# Compact Hausdorff Topology is Minimal Hausdorff

## Theorem

Let $T = \struct {S, \tau}$ be a Hausdorff space which is compact.

Then $\tau$ is the minimal subset of the power set $\powerset S$ such that $T$ is a Hausdorff space.

## Proof

Aiming for a contradiction, suppose there exists a topology $\tau'$ on $S$ such that:

- $\tau' \subseteq \tau$ but $\tau' \ne \tau$
- $\tau'$ is a Hausdorff space.

From Identity Mapping is Continuous:

- the identity mapping $I_S: \struct {S, \tau} \to \struct {S, \tau'}$ is continuous.

Let $A \subseteq S$ be closed in $\struct {S, \tau}$.

By Closed Subspace of Compact Space is Compact, if $A$ is compact in $\struct {S, \tau}$.

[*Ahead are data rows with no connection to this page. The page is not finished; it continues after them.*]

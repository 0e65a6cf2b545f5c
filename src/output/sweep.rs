//! Files of a sweep: the point store folder and the table.
//!
//! The point store keeps a sweep's finished points in its result folder,
//! under `points/<fingerprint>/`: one file per finished point
//! (`<index>.row`, the row's numbers in shortest round-trip text) and, for
//! sweeps that warm-start the Born loop, the converged Σ0 of the latest
//! points of each line (`<index>.sigma`, raw little-endian doubles), and
//! for sweeps that solve the potential at every point their potentials
//! (`<index>.potential`, U_es of each cell as little-endian doubles). Every
//! file is written to a temporary name, synced and renamed
//! ([`atomic_write`]), so a file that exists is whole. The fingerprint
//! ([`crate::sweep::sweep_fingerprint`]) hashes the case text, the grid and
//! the task, so a changed command never mixes its results with an old one.
//!
//! The result folder's manifest lists the store before its first point is
//! written ([`super::manifest::claim_store`]), so no other command takes it
//! for somebody else's files or removes it.

use super::{OutputError, atomic_write, format_number};
use crate::C64;
use crate::scattering::ScatteringSelfEnergy;
use crate::sweep::{PointStore, StoreError};
use std::path::{Path, PathBuf};

/// Name of the folder holding the point stores inside a result folder.
pub const STORE_FOLDER: &str = "points";

/// The stored points of one sweep, one file per point in a folder.
#[derive(Clone, Debug)]
pub struct PointFolder {
    dir: PathBuf,
}

impl PointFolder {
    /// Open (creating) the store of sweep `fingerprint` below `result_dir`.
    pub fn open(result_dir: &Path, fingerprint: u64) -> Result<Self, OutputError> {
        let dir = result_dir
            .join(STORE_FOLDER)
            .join(format!("{fingerprint:016x}"));
        std::fs::create_dir_all(&dir).map_err(|source| OutputError::Io {
            action: "creating",
            path: dir.clone(),
            source,
        })?;
        Ok(Self { dir })
    }

    /// The folder holding the point files.
    pub fn dir(&self) -> &Path {
        &self.dir
    }

    fn row_path(&self, index: usize) -> PathBuf {
        self.dir.join(format!("{index:08}.row"))
    }

    fn sigma_path(&self, index: usize) -> PathBuf {
        self.dir.join(format!("{index:08}.sigma"))
    }

    fn potential_path(&self, index: usize) -> PathBuf {
        self.dir.join(format!("{index:08}.potential"))
    }
}

impl PointStore for PointFolder {
    fn row(&self, index: usize, width: usize) -> Option<Vec<f64>> {
        let text = std::fs::read_to_string(self.row_path(index)).ok()?;
        let row: Option<Vec<f64>> = text
            .trim_end()
            .split(',')
            .map(|s| s.parse::<f64>().ok())
            .collect();
        row.filter(|r| r.len() == width)
    }

    fn put_row(&self, index: usize, row: &[f64]) -> Result<(), StoreError> {
        let mut text = row
            .iter()
            .map(|v| format_number(*v))
            .collect::<Vec<_>>()
            .join(",");
        text.push('\n');
        Ok(atomic_write(&self.row_path(index), text.as_bytes())?)
    }

    fn sigma(&self, index: usize) -> Option<ScatteringSelfEnergy> {
        let bytes = std::fs::read(self.sigma_path(index)).ok()?;
        decode_sigma(&bytes)
    }

    fn put_sigma(&self, index: usize, s: &ScatteringSelfEnergy) -> Result<(), StoreError> {
        Ok(atomic_write(&self.sigma_path(index), &encode_sigma(s))?)
    }

    fn remove_sigma(&self, index: usize) {
        let _ = std::fs::remove_file(self.sigma_path(index));
    }

    fn potential(&self, index: usize) -> Option<Vec<f64>> {
        let bytes = std::fs::read(self.potential_path(index)).ok()?;
        if bytes.len() % 8 != 0 {
            return None;
        }
        let value = |c: &[u8]| f64::from_le_bytes(c.try_into().expect("8 bytes"));
        Some(bytes.chunks_exact(8).map(value).collect())
    }

    fn put_potential(&self, index: usize, potential_ev: &[f64]) -> Result<(), StoreError> {
        let bytes: Vec<u8> = potential_ev.iter().flat_map(|v| v.to_le_bytes()).collect();
        Ok(atomic_write(&self.potential_path(index), &bytes)?)
    }

    fn remove_potential(&self, index: usize) {
        let _ = std::fs::remove_file(self.potential_path(index));
    }

    fn location(&self) -> String {
        self.dir.display().to_string()
    }
}

/// Layout: values per energy and value count (u64 each), Σ^r_0 (re, im
/// pairs), Σ^in_0, then for blocks one more u64 holding b (a diagonal
/// self-energy has no such word, so the two never read as each other).
fn encode_sigma(s: &ScatteringSelfEnergy) -> Vec<u8> {
    let n = s.inscatter.len();
    let mut out = Vec::with_capacity(24 + 24 * n);
    out.extend_from_slice(&(s.sites as u64).to_le_bytes());
    out.extend_from_slice(&(n as u64).to_le_bytes());
    for z in &s.retarded {
        out.extend_from_slice(&z.re.to_le_bytes());
        out.extend_from_slice(&z.im.to_le_bytes());
    }
    for v in &s.inscatter {
        out.extend_from_slice(&v.to_le_bytes());
    }
    if let Some(b) = s.blocks {
        out.extend_from_slice(&(b as u64).to_le_bytes());
    }
    out
}

fn decode_sigma(b: &[u8]) -> Option<ScatteringSelfEnergy> {
    let word = |i: usize| -> Option<[u8; 8]> { b.get(8 * i..8 * i + 8)?.try_into().ok() };
    let sites = u64::from_le_bytes(word(0)?) as usize;
    let n = u64::from_le_bytes(word(1)?) as usize;
    let blocks = if b.len() == 16 + 24 * n {
        None
    } else if b.len() == 24 + 24 * n {
        Some(u64::from_le_bytes(word(2 + 3 * n)?) as usize)
    } else {
        return None;
    };
    let f = |i: usize| f64::from_le_bytes(word(i).expect("length checked"));
    let retarded = (0..n)
        .map(|k| C64::new(f(2 + 2 * k), f(3 + 2 * k)))
        .collect();
    let inscatter = (0..n).map(|k| f(2 + 2 * n + k)).collect();
    Some(ScatteringSelfEnergy {
        sites,
        retarded,
        inscatter,
        blocks,
    })
}

#[cfg(test)]
mod tests {
    use super::*;

    #[test]
    fn sigma_round_trip_is_exact() {
        let s = ScatteringSelfEnergy {
            sites: 2,
            retarded: vec![C64::new(0.1, -1e-300), C64::new(-3.0, 1.0 / 3.0)],
            inscatter: vec![std::f64::consts::PI, -0.0],
            blocks: None,
        };
        let back = decode_sigma(&encode_sigma(&s)).unwrap();
        assert_eq!(back.sites, 2);
        assert_eq!(back.retarded, s.retarded);
        assert_eq!(
            back.inscatter
                .iter()
                .map(|v| v.to_bits())
                .collect::<Vec<_>>(),
            s.inscatter.iter().map(|v| v.to_bits()).collect::<Vec<_>>()
        );
        assert!(decode_sigma(&encode_sigma(&s)[..20]).is_none());
        // A block self-energy keeps its block size and never reads as a
        // diagonal one.
        let blocks = ScatteringSelfEnergy {
            sites: 4,
            retarded: vec![C64::new(0.5, -0.25); 4],
            inscatter: vec![0.125; 4],
            blocks: Some(2),
        };
        let back = decode_sigma(&encode_sigma(&blocks)).unwrap();
        assert_eq!(back, blocks);
        assert_eq!(decode_sigma(&encode_sigma(&s)).unwrap().blocks, None);
    }

    /// The on-disk layout other runs resume from: file names, row text.
    #[test]
    fn point_files_keep_their_layout() {
        let tmp = tempfile::tempdir().unwrap();
        let store = PointFolder::open(tmp.path(), 0xab).unwrap();
        store.put_row(7, &[0.5, -2.0, f64::NAN]).unwrap();
        let path = tmp.path().join("points/00000000000000ab/00000007.row");
        assert_eq!(std::fs::read_to_string(&path).unwrap(), "0.5,-2,NaN\n");
        // Stores written before numbers were printed plainly still read.
        std::fs::write(&path, "5e-1,-2e0,NaN\n").unwrap();
        assert_eq!(store.row(7, 3).map(|r| r[0]), Some(0.5));
        assert_eq!(store.row(7, 3).map(|r| r[1]), Some(-2.0));
        assert_eq!(store.row(7, 2), None);
    }
}
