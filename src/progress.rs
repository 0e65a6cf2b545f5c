//! Progress of long computations, reported through one observer trait.
//!
//! The Born loop reports each iteration, the joint electron–lattice loop
//! each outer iteration, generator and cooler curves each
//! solve, sweeps each finished grid point. Solvers never print: whoever
//! runs them passes an [`Observer`] (the command line draws progress bars
//! with it; tests and library users pass [`Silent`]). Every method has a
//! default that does nothing, so an observer implements only the events it
//! wants. An observer can also stop a Born loop between iterations
//! ([`Observer::cancelled`]).

/// What one Born iteration did.
#[derive(Clone, Debug, PartialEq, serde::Serialize)]
#[non_exhaustive]
pub struct IterationRecord {
    /// Iteration number (1-based).
    pub iteration: usize,
    /// Relative change of (Σ^in_0, Σ^out_0) between input and output.
    pub residual: f64,
    /// Current from the left lead with the input Σ0 (A).
    pub current_left_a: f64,
    /// Current from the right lead with the input Σ0 (A).
    pub current_right_a: f64,
    /// Largest change of a terminal current since the last iteration,
    /// relative to tol·|I| + floor (converged when ≤ 1).
    pub current_change: f64,
    /// Which update was used next ("linear", "anderson", "restart").
    pub step: &'static str,
}

/// What one outer iteration of the joint electron–lattice loop did (one
/// Born solve at a lattice-temperature profile, then the lattice's answer).
#[derive(Clone, Debug, PartialEq, serde::Serialize)]
#[non_exhaustive]
pub struct LatticeIterationRecord {
    /// Outer iteration number (1-based).
    pub iteration: usize,
    /// Largest change of the lattice temperature the lattice asked for,
    /// max_s |T_L,s(response) − T_L,s(used)| (K).
    pub temperature_change_k: f64,
    /// Born iterations this outer iteration's solve needed.
    pub born_iterations: usize,
    /// Whether that Born solve converged.
    pub born_converged: bool,
    /// Total lattice power Σ_s P_s of that solve (W).
    pub lattice_power_w: f64,
}

/// A solved point of a generator or cooler curve, with what a progress
/// line needs to say about it.
#[derive(Clone, Debug, PartialEq, serde::Serialize)]
#[non_exhaustive]
pub struct CurvePointRecord {
    /// What the solve was for ("range", "curve", "open circuit", …).
    pub stage: &'static str,
    /// Bias or load voltage V (V).
    pub voltage_v: f64,
    /// Current I = I_1 (A).
    pub current_a: f64,
    /// Whether the Born loop (and with electrostatics the potential)
    /// converged.
    pub converged: bool,
    /// With electrostatics: outer iterations of the point's potential.
    pub outer_iterations: Option<usize>,
    /// With electrostatics: the computed drop φ(first cell) − φ(last
    /// cell) (V).
    pub potential_drop_v: Option<f64>,
    /// Wall time of the solve (s).
    pub seconds: f64,
}

/// A finished point of a sweep, reported after the point is stored.
#[derive(Clone, Copy, Debug, PartialEq)]
#[non_exhaustive]
pub struct PointEvent {
    /// Grid index of the point.
    pub index: usize,
    /// Points finished so far (this run and earlier runs).
    pub finished: usize,
    /// Points in the grid.
    pub total: usize,
    /// True when computed in this run, false when found in the store.
    pub computed: bool,
    /// Whether the point's Born loop converged.
    pub converged: bool,
}

/// Sees the progress of long computations (progress bars, logs).
///
/// A sweep runs its points on several threads but hands its events to the
/// observer one at a time (it holds the observer behind a lock), so an
/// implementation needs no synchronisation of its own; it must be `Send`
/// to be given to a sweep.
pub trait Observer {
    /// A Born iteration finished.
    fn iteration(&mut self, _record: &IterationRecord) {}
    /// The Born loop starts the level on every `factor`-th energy of the
    /// grid (`energies` of them); 1 is the grid itself. Heard only when
    /// coarse levels run, before each level.
    fn born_level(&mut self, _factor: usize, _energies: usize) {}
    /// An outer iteration of the joint electron–lattice loop finished.
    fn lattice_iteration(&mut self, _record: &LatticeIterationRecord) {}
    /// A solve of a generator or cooler curve at `voltage_v` (V) finished;
    /// `stage` says what it was for ("open circuit", "curve", …).
    fn curve_solved(&mut self, _stage: &'static str, _voltage_v: f64) {}
    /// The same solve as [`Observer::curve_solved`] (reported right after
    /// it), with its current, convergence, potential and wall time.
    fn curve_point(&mut self, _record: &CurvePointRecord) {}
    /// A sweep point is stored (computed now or found from an earlier run).
    fn point_finished(&mut self, _event: &PointEvent) {}
    /// Whether whoever runs the computation asked it to stop (an interrupt
    /// from the user). The Born loop asks once per iteration, right after
    /// reporting it, and stops with an error that says it was cancelled;
    /// nothing it computed is returned.
    fn cancelled(&self) -> bool {
        false
    }
}

/// The observer that ignores every event.
#[derive(Clone, Copy, Debug, Default)]
pub struct Silent;
impl Observer for Silent {}
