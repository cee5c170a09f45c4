package viz

import (
	"fmt"
	"io"
	"strings"
)

// BreakdownReport is the breakdown section of the JSON document.
type BreakdownReport struct {
	Method  string                  `json:"method"`
	Sources []SourceBreakdownReport `json:"sources"`
}

// SourceBreakdownReport is where one source's heat goes.
type SourceBreakdownReport struct {
	Node  string            `json:"node"`
	Fixed bool              `json:"fixed_temperature"`
	HeatW Number            `json:"heat_W"`
	RiseK Number            `json:"rise_K"`
	Sinks []SinkShareReport `json:"sinks"`
	Paths []HeatPathReport  `json:"paths"`
	Drops []ArcDropReport   `json:"improve_first,omitempty"`
}

// SinkShareReport is the part of a source's heat that ends in one sink.
type SinkShareReport struct {
	Sink          string `json:"sink"`
	CarriedByAir  bool   `json:"carried_by_air"`
	HeatW         Number `json:"heat_W"`
	ShareFraction Number `json:"share"`
}

// HeatPathReport is one main path.
type HeatPathReport struct {
	Nodes         []string `json:"nodes"`
	Links         []string `json:"links"`
	HeatW         Number   `json:"heat_W"`
	ShareFraction Number   `json:"share"`
	DeltaTK       Number   `json:"delta_T_K"`
	ResistanceKW  Number   `json:"resistance_K_per_W"`
}

// ArcDropReport is the temperature drop across one arc of a main path.
type ArcDropReport struct {
	From        string `json:"from"`
	To          string `json:"to"`
	Links       string `json:"links"`
	DeltaTK     Number `json:"delta_T_K"`
	ShareOfRise Number `json:"share_of_rise"`
}

// Report returns the JSON section of the breakdown.
func (b *Breakdown) Report() *BreakdownReport {
	r := &BreakdownReport{Method: BreakdownMethod, Sources: []SourceBreakdownReport{}}
	for _, s := range b.Sources {
		sr := SourceBreakdownReport{Node: s.Node, Fixed: s.Fixed, HeatW: Number(s.Heat), RiseK: Number(s.Rise),
			Sinks: []SinkShareReport{}, Paths: []HeatPathReport{}}
		for _, k := range s.Sinks {
			sr.Sinks = append(sr.Sinks, SinkShareReport{Sink: k.Sink, CarriedByAir: k.Air, HeatW: Number(k.Heat), ShareFraction: Number(k.Share)})
		}
		for _, p := range s.Paths {
			sr.Paths = append(sr.Paths, HeatPathReport{Nodes: p.Nodes, Links: p.Links, HeatW: Number(p.Heat),
				ShareFraction: Number(p.Share), DeltaTK: Number(p.DeltaT), ResistanceKW: Number(p.Resistance)})
		}
		for _, d := range s.Drops {
			sr.Drops = append(sr.Drops, ArcDropReport{From: d.From, To: d.To, Links: d.Links, DeltaTK: Number(d.DeltaT), ShareOfRise: Number(d.Share)})
		}
		r.Sources = append(r.Sources, sr)
	}
	return r
}

// WriteBreakdownText writes the breakdown as a section of the text report.
func WriteBreakdownText(w io.Writer, b *Breakdown) error {
	tw := &textWriter{w: w}
	tw.printf("\nheat-path breakdown (where each source's heat goes)\n")
	tw.printf("%s\n", indent(wrap(BreakdownMethod, 96), "  "))
	for _, s := range b.Sources {
		what := "power"
		if s.Fixed {
			what = "heat given by this fixed temperature"
		}
		tw.printf("\n  %s: %s %s", s.Node, what, watts(s.Heat))
		var sinks []string
		for _, k := range s.Sinks {
			sinks = append(sinks, fmt.Sprintf("%s %.1f %%", k.Name(), 100*k.Share))
		}
		tw.printf(" → %s\n", strings.Join(sinks, ", "))
		for _, p := range s.Paths {
			tw.printf("    %5.1f %%  %9s  %s  (via %s)  ΔT %s K, %s K/W\n", 100*p.Share, watts(p.Heat),
				strings.Join(p.Nodes, " → "), strings.Join(p.Links, ", "), fnum("%.2f", p.DeltaT), fnum("%.3g", p.Resistance))
		}
		if len(s.Drops) > 0 {
			tw.printf("    improve first (temperature drop across each link of its main paths, of a rise of %s K above ambient):\n", fnum("%.2f", s.Rise))
			for i, d := range s.Drops {
				if i == 5 {
					break
				}
				tw.printf("      %d. %-24s %s → %s  %s K (%.0f %%)\n", i+1, d.Links, d.From, d.To, fnum("%.2f", d.DeltaT), 100*d.Share)
			}
		}
	}
	return tw.err
}

func indent(text, prefix string) string {
	return prefix + strings.ReplaceAll(text, "\n", "\n"+prefix)
}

From Continuous Image of Compact Space is Compact:

- $I_S \sqbrk A$ is also compact.

By hypothesis, $\struct {S, \tau'}$ is a Hausdorff space.

From Compact Subspace of Hausdorff Space is Closed:

- $I_S \sqbrk A$ is closed in $\struct {S, \tau'}$.

Thus $I_S$ is a closed mapping and so:

- $\tau \subseteq \tau'$

Thus we have that $\tau \subseteq \tau'$ and $\tau' \subseteq \tau$.

Hence by definition of set equality:

- $\tau' = \tau$

But this contradicts our hypothesis that $\tau' \ne \tau$.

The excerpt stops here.